Tuned-In/Tuned-Out Travelers

People are missing out the natural sound while travelling thanks to the earpieces. 

When an Internet blogger recently identified the “most important posting of the year that everyone should read,” my curiosity was whetted. It was a September 2013 piece by Frank Bruni, the New York Times columnist. Bruni’s ‘Traveling Without Seeing’ is an insightful take on how so many modern travelers roam the globe, and through life itself, caught up in “a thoroughly customized cocoon” of our own making, unable to see or hear what’s going on around us. We are overwhelmed, he says, by all “our hard drives, our wired ways, ‘the cloud’ and all of that.” 

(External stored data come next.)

import { describe, expect, it } from "vitest";
import { cutRuns, groupPlacements } from "@/lib/planning/sheet";

describe("cut sheet lines", () => {
  it("groups a block's placements by part and orientation, in the order they first appear", () => {
    const at = (part: string, origin: [number, number, number], size: [number, number, number]) => ({
      part,
      origin,
      size,
    });
    const lines = groupPlacements([
      at("a", [0, 0, 0], [10, 20, 5]),
      at("b", [12, 0, 0], [5, 5, 5]),
      at("a", [0, 22, 0], [10, 20, 5]),
      at("a", [20, 0, 0], [20, 10, 5]),
    ]);
    expect(lines).toEqual([
      {
        part: "a",
        size: [10, 20, 5],
        count: 2,
        origins: [
          [0, 0, 0],
          [0, 22, 0],
        ],
      },
      { part: "b", size: [5, 5, 5], count: 1, origins: [[12, 0, 0]] },
      // The same part turned is another line: the cutter looks for another shape.
      { part: "a", size: [20, 10, 5], count: 1, origins: [[20, 0, 0]] },
    ]);
  });

  it("takes evenly spaced cuts across one axis together, keeping every cut's number and order", () => {
    const x = (at: number) => ({ axis: "x" as const, at });
    const z = (at: number) => ({ axis: "z" as const, at });
    const runs = cutRuns([x(60), x(121.5), x(183), x(244.5), z(30), z(61.5), x(400), x(500), z(10), z(20), z(30)]);
    expect(runs).toEqual([
      { from: 1, to: 4, axis: "x", first: 60, last: 244.5, step: 61.5 },
      // Two cuts are not a run (a run is at least three).
      { from: 5, to: 5, axis: "z", first: 30, last: 30, step: 0 },
      { from: 6, to: 6, axis: "z", first: 61.5, last: 61.5, step: 0 },
      { from: 7, to: 7, axis: "x", first: 400, last: 400, step: 0 },
      { from: 8, to: 8, axis: "x", first: 500, last: 500, step: 0 },
      { from: 9, to: 11, axis: "z", first: 10, last: 30, step: 10 },
    ]);
    // Every cut is in exactly one line, in order.
    expect(runs.flatMap((r) => Array.from({ length: r.to - r.from + 1 }, (_, k) => r.from + k))).toEqual(
      Array.from({ length: 11 }, (_, k) => k + 1),
    );
    // The same cut through three pieces in a row is one line too (spacing 0).
    expect(cutRuns([x(25), x(25), x(25), z(40)])).toEqual([
      { from: 1, to: 3, axis: "x", first: 25, last: 25, step: 0 },
      { from: 4, to: 4, axis: "z", first: 40, last: 40, step: 0 },
    ]);
    // An uneven gap ends a run.
    expect(cutRuns([x(10), x(20), x(30), x(40.5), x(51)]).map((r) => [r.from, r.to])).toEqual([
      [1, 3],
      [4, 4],
      [5, 5],
    ]);
  });
});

How often have you seen (or have been) a tuned-out traveler trudging blithely along wearing ear buds wired to an iPod, oblivious of all else. We fashionable moderns, Bruni goes on, have an “unprecedented ability to tote around and dwell in a snugly tailored reality of our own creation, a monochromatic gallery of our own curation...”

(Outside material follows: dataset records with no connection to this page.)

import { NextResponse } from "next/server";
import { api, readJson } from "@/lib/auth/guard";
import { createMachine, listMachines } from "@/db/queries/machines";
import { machineSchema } from "@/lib/validations/machines";

export const GET = api("GET /api/machines", async () => ({ items: await listMachines() }));

export const POST = api("POST /api/machines", async ({ req, user }) => {
  const input = await readJson(req, machineSchema);
  return NextResponse.json({ machine: await createMachine(input, user.id) }, { status: 201 });
});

Some years ago one August, I led a small research expedition to Muktinath on the occasion of the Hindu festival of Janai Purnima. The August Full Moon Day (purnima) is a time when Hindus visit holy sites for ritual bathing and worship, and for ‘twice born’ men to change their sacred string (janai). For that, Muktinath is a popular pilgrimage destination. 
It was well before the road to Muktinath was constructed, back in pre-iPod times, so we trekked northwest from Pokhara for most of a week with our eyes and ears wide open. I’d been to Muktinath several times already, but never during a pilgrimage. Along the way we joined a group of elderly villagers, men and women who, despite their age and the arduous trail, were determined to reach the sacred mountain shrine barefoot, following the dictum of the Purans. One evening they invited us to join them to sing hari-kirtan, songs in praise of the deities. They were trekking with all senses alert, spiritually receptive. At Muktinath they anticipated taking darshan (virtual audience) with Lord Vishnu himself.


We were accompanied on that trip by an audio engineer and a producer from America’s National Public Radio, intent on recording our adventure as an FM radio feature. Before the trip they asked me what sounds we could expect to hear along the way. It was easy to tell them what we would see - snowcapped peaks, deep blue skies, Thakali villages, farmers toiling in the fields, and herdsmen tending yaks on the hillsides. But it took a few moments to jog my memory for the typical sounds on the trail, in the villages, at the shrine. 
Then it all came to me, the sounds I had heard countless times, memorable sounds that were just as meaningful and colorful as the scenery - animal bells jangling, the howling wind, pilgrims singing, conch shells blaring, and the temple pujari reciting sacred scripture in the typical monotone of his calling. Together with the amazing scenery, the unique sounds of the trail serve to highlight the rich cultural and natural ambiance of a place. 


Some months later, when NPR aired the program featuring our pilgrimage expedition, I heard them once again. In one segment, five separate recordings were superimposed one atop the other to create a unique audio collage - rushing water along with horse hooves splashing, bells jangling, hari-kirtan being sung softly in the background, and the narrator (our engineer) quietly relating the experience, in a voice nearly breathless from the altitude. It may sound contrived but he did a masterful job of squeezing those distinct sounds down into one audio scene. As I listened, I relived what we had heard, and seen, of reality on the pilgrim trail. 
Nobody was wearing ear buds. There were no iPods. We had only our own senses to see the views and hear rhythms of the trail in one unforgettable, combined stereographic/stereophonic ‘image’. We walked to Muktinath and back fully attuned to the reality around us. Even the occasional sounds of silence were inspiring.